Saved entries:
/** The text provider, behind an interface of our own: what was taken, what was refused, and what nobody knows. */
import twilio from 'twilio';
import type { Env } from '#server/env';
import { refuseInUnit } from './db';

export interface OutgoingText {
  from: string;
  to: string;
  body: string;
  statusCallback: string;
  /** Seconds after which a text that still waits at the provider is dropped: a stale one is worse than none. */
  validitySeconds: number;
}

export type SendResult =
  | { kind: 'accepted'; providerId: string }
  /** Not taken, and never will be. */
  | { kind: 'refused'; code: string }
  /** Not taken, because of the hour and not of the text: to be tried again. */
  | { kind: 'later'; reason: string }
  /** It may have been taken: no blind second try. */
  | { kind: 'unknown'; reason: string };

export interface SentText {
  providerId: string;
  body: string;
  createdAt: Date;
}

export interface SmsGateway {
  send(text: OutgoingText): Promise<SendResult>;
  /** The newest texts that the provider took from us for that phone, newest first. */
  findSent(to: string): Promise<SentText[]>;
}

const TIMEOUT_MS = 10_000;
const NEWEST = 20;

const { RequestClient } = twilio;
type Request = Parameters<InstanceType<typeof RequestClient>['request']>[0];

/** Sends every request to another base address: the documented way to have a stand-in answer for the provider. */
class RebasedClient extends RequestClient {
  readonly #base: URL;

  constructor(base: string) {
    super({ timeout: TIMEOUT_MS, autoRetry: false });
    this.#base = new URL(base);
  }

  override request<T>(request: Request) {
    const uri = new URL(request.uri);
    uri.protocol = this.#base.protocol;
    uri.host = this.#base.host;
    return super.request<T>({ ...request, uri: uri.href } as Parameters<
      typeof RequestClient.prototype.request<T>
    >[0]);
  }
}

/** The provider of this process. */
export function openSmsGateway(
  env: Pick<Env, 'TWILIO_ACCOUNT_SID' | 'TWILIO_AUTH_TOKEN' | 'TWILIO_API_BASE'>,
): SmsGateway {
  const { TWILIO_ACCOUNT_SID: sid, TWILIO_AUTH_TOKEN: token, TWILIO_API_BASE: base } = env;
  const httpClient = base
    ? new RebasedClient(base)
    : new RequestClient({ timeout: TIMEOUT_MS, autoRetry: false });
  const client = twilio(sid, token, { httpClient });
  return {
    async send({ from, to, body, statusCallback, validitySeconds }) {
      refuseInUnit('a text');
      try {
        const options = { from, to, body, statusCallback, validityPeriod: validitySeconds };
        const { sid: providerId } = await client.messages.create(options);
        return { kind: 'accepted', providerId };
      } catch (error) {
        return resultOfError(error);
      }
    },
    async findSent(to) {
      refuseInUnit('a look-up');
      const found = await client.messages.list({ to, limit: NEWEST, pageSize: NEWEST });
      return found.map(({ sid: providerId, body, dateCreated }) => ({
        providerId,
        body,
        createdAt: dateCreated,
      }));
    },
  };
}

/** Our credentials or the account are at fault, or there is a rush: nothing was taken, and the text is not to blame. */
const NOT_THE_TEXT = [401, 403, 404, 429];
/** The connection never came to be, so nothing was taken. */
const NEVER_CONNECTED = ['ECONNREFUSED', 'ENOTFOUND', 'EAI_AGAIN', 'EHOSTUNREACH', 'ENETUNREACH'];

/** What an error of the provider's client means for the text. */
export function resultOfError(error: unknown): SendResult {
  const { status, code, message } = error as { status?: number; code?: number | string; message?: string };
  if (typeof status === 'number' && status >= 400 && status < 500) {
    const reason = String(code ?? status);
    return NOT_THE_TEXT.includes(status) ? { kind: 'later', reason } : { kind: 'refused', code: reason };
  }
  const reason = String(code ?? status ?? message);
  return NEVER_CONNECTED.includes(reason) ? { kind: 'later', reason } : { kind: 'unknown', reason };
}
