/** Who is signed in: from a person to what the session keeps, and back to the actor with each request. */
import type { Request } from 'express';
import passportModule from 'passport';
import { withShop } from './db';
import type { Services } from './context';
import { Person, Shop } from '#server/models/index';
import { STAFF_ROLES, holds, type Actor } from '#shared/domain/roles';

const MINUTE = 60_000;
const HOUR = 60 * MINUTE;
const DAY = 24 * HOUR;

/** How long a session lives unused, and at most. */
export const LIFETIMES = {
  staff: { idle: 30 * MINUTE, absolute: 12 * HOUR },
  customer: { idle: 14 * DAY, absolute: 30 * DAY },
} as const;

/** What a session keeps of its person. */
export interface Signed {
  shopId: string;
  personId: string;
  isStaff: boolean;
  /** When the session began, in milliseconds of the process's clock. */
  at: number;
}

declare module 'express-session' {
  interface SessionData {
    passport: { user?: Signed };
    /** When the session was last used; written at most once a minute. */
    seenAt: number;
  }
}

/** The actor that a person is. */
export function actorOf(person: Person): Actor {
  const { id: personId, shopId, name, roles, accountId, crewId } = person;
  return { shopId, personId, name, roles, accountId, crewId };
}

async function loadActor({ shopId, personId }: Signed): Promise<Actor | null> {
  const shop = await Shop.findOne({ where: { id: shopId, suspendedAt: null } });
  if (!shop) return null;
  const person = await withShop(shopId, () => Person.findOne({ where: { id: personId, leftAt: null } }));
  return person && actorOf(person);
}

export type AppPassport = InstanceType<typeof passportModule.Passport>;
const made = new WeakMap<Services, AppPassport>();

/** The one Passport of a process's services. */
export function passportOf(services: Services): AppPassport {
  const passport = made.get(services) ?? createPassport(services);
  made.set(services, passport);
  return passport;
}

/** Passport with the rules of this application. */
function createPassport({ clock }: Pick<Services, 'clock'>): AppPassport {
  const passport = new passportModule.Passport();
  passport.serializeUser<Signed, Request>((req, actor, done) => {
    const { shopId, personId } = actor;
    const isStaff = holds(actor, STAFF_ROLES);
    // A staff cookie ends with the browser, a customer's stays.
    if (!isStaff) req.session.cookie.maxAge = LIFETIMES.customer.absolute;
    done(null, { shopId, personId, isStaff, at: clock.now().getTime() });
  });
  passport.deserializeUser<Signed>((signed, done) => {
    loadActor(signed).then(
      (actor) => done(null, actor ?? false),
      (error: unknown) => done(error),
    );
  });
  return passport;
}
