import { hash, verify } from '@node-rs/argon2';
import { refuseInUnit } from './db';
import { newToken } from './ids';

/** OWASP Password Storage Cheat Sheet: Argon2id (the library's default), 19 MiB, two passes, one lane. */
const ARGON = { memoryCost: 19_456, timeCost: 2, parallelism: 1 };

/** Hashes a password for keeping. Outside a unit of work: it takes its time on purpose. */
export function hashPassword(password: string): Promise<string> {
  refuseInUnit('hashing');
  return hash(password, ARGON);
}

let dummy: Promise<string> | undefined;

/** Whether the password fits. Without a hash it takes as long and says no, so that time does not tell who exists. */
export async function fitsPassword(password: string, kept: string | null | undefined): Promise<boolean> {
  refuseInUnit('hashing');
  dummy ??= hash(newToken(), ARGON);
  const fits = await verify(kept ?? (await dummy), password);
  return fits && Boolean(kept);
}
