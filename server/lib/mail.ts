/** E-mail by SMTP, behind an interface of our own. */
import { createTransport } from 'nodemailer';
import type { Env } from '#server/env';
import { refuseInUnit } from './db';

export interface OutgoingMail {
  /** Our own id of the message; the Message-ID is made of it and is the same on each try. */
  id: string;
  fromName: string;
  replyTo: string;
  to: string;
  subject: string;
  text: string;
  html: string;
  calendar: string | null;
  unsubscribeUrl: string;
}

export type MailResult =
  | { kind: 'accepted'; providerId: string }
  | { kind: 'refused'; code: string }
  | { kind: 'later'; reason: string };

export interface MailGateway {
  send(mail: OutgoingMail): Promise<MailResult>;
  close(): void;
}

/** The mail server of this process. */
export function openMailGateway(env: Pick<Env, 'SMTP_URL' | 'MAIL_FROM'>): MailGateway {
  const { host, port, auth, secure } = smtpOptions(env.SMTP_URL);
  const transport = createTransport({
    ...{ host, port, auth, secure },
    pool: true,
    // Left alone, the pool puts a mail back whenever its connection closes, also after the server took it.
    maxRequeues: 0,
    connectionTimeout: 10_000,
    greetingTimeout: 10_000,
    socketTimeout: 30_000,
  });
  return {
    async send(mail) {
      refuseInUnit('an e-mail');
      try {
        const { messageId } = await transport.sendMail(wireMail(env.MAIL_FROM, mail));
        return { kind: 'accepted', providerId: messageId };
      } catch (error) {
        return resultOfMailError(error);
      }
    },
    close: () => transport.close(),
  };
}

function smtpOptions(url: string) {
  const { hostname, port, username, password, protocol } = new URL(url);
  const secure = protocol === 'smtps:';
  const auth = username
    ? { user: decodeURIComponent(username), pass: decodeURIComponent(password) }
    : undefined;
  return { host: hostname, port: Number(port) || (secure ? 465 : 587), secure, auth };
}

function wireMail(from: string, mail: OutgoingMail) {
  const host = from.split('@').at(-1) ?? 'localhost';
  const calendar = mail.calendar && {
    filename: 'visit.ics',
    content: mail.calendar,
    contentType: 'text/calendar; charset=utf-8; method=PUBLISH',
  };
  return {
    messageId: `<${mail.id}@${host}>`,
    from: { name: oneLine(mail.fromName), address: from },
    replyTo: mail.replyTo,
    to: { name: '', address: mail.to },
    subject: oneLine(mail.subject),
    text: mail.text,
    html: mail.html,
    attachments: calendar ? [calendar] : [],
    list: { unsubscribe: { url: mail.unsubscribeUrl, comment: '' } },
    headers: { 'List-Unsubscribe-Post': 'List-Unsubscribe=One-Click' },
  };
}

/** Nothing that people typed may begin a header of its own. */
function oneLine(text: string): string {
  return text.replace(/[\r\n]+/g, ' ');
}

/**
 * A refusal for good is final. Everything else is tried again under the same Message-ID, also where the server may
 * have taken the mail: SMTP has no way to ask, and mail programs fold two copies of one Message-ID.
 */
export function resultOfMailError(error: unknown): MailResult {
  const { responseCode, code, message } = error as {
    responseCode?: number;
    code?: string;
    message?: string;
  };
  if (typeof responseCode === 'number' && responseCode >= 500 && code !== 'EAUTH') {
    return { kind: 'refused', code: String(responseCode) };
  }
  return { kind: 'later', reason: String(responseCode ?? code ?? message) };
}
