import type { Logger } from 'pino';
import type { Clock } from './clock';
import type { Env } from '#server/env';
import type { Actor } from '#shared/domain/roles';

/** What every part of a process is given. */
export interface Services {
  env: Env;
  clock: Clock;
  log: Logger;
}

/** What a command is given: who acts, for which shop, from where, and when the act began. */
export interface Ctx extends Services {
  shopId: string;
  actor: Actor | null;
  ip: string;
  now: Date;
}
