import { expect, test } from 'vitest';
import { addressOf, networkOf } from './rateLimits';

test.each([
  ['203.0.113.77', '203.0.113'],
  ['::ffff:203.0.113.77', '203.0.113'],
  ['2001:db8:1:2:3:4:5:6', '2001:db8:1:2'],
  ['2001:db8::6', '2001:db8:0:0'],
  ['::1', '0:0:0:0'],
  ['2001:db8:1:2::', '2001:db8:1:2'],
])('the network of %s is %s', (ip, network) => {
  expect(networkOf(ip)).toBe(network);
});

test.each([
  ['203.0.113.77', '203.0.113.77'],
  ['::ffff:203.0.113.77', '203.0.113.77'],
  ['2001:db8:1:2:3:4:5:6', '2001:db8:1:2'],
])('what counts as the address of %s is %s', (ip, address) => {
  expect(addressOf(ip)).toBe(address);
});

**WORK INSTRUCTION:**
Reproduce exactly the section above that begins at the line containing "second try. */" and ends at the line containing "send(text: OutgoingText): Promise<SendResult>;", leaving out all other lines.

**SOLUTION FOR THIS EXERCISE:**
  /** It may have been taken: no blind second try. */
  | { kind: 'unknown'; reason: string };

export interface SentText {
  providerId: string;
  body: string;
  createdAt: Date;
}

export interface SmsGateway {
  send(text: OutgoingText): Promise<SendResult>;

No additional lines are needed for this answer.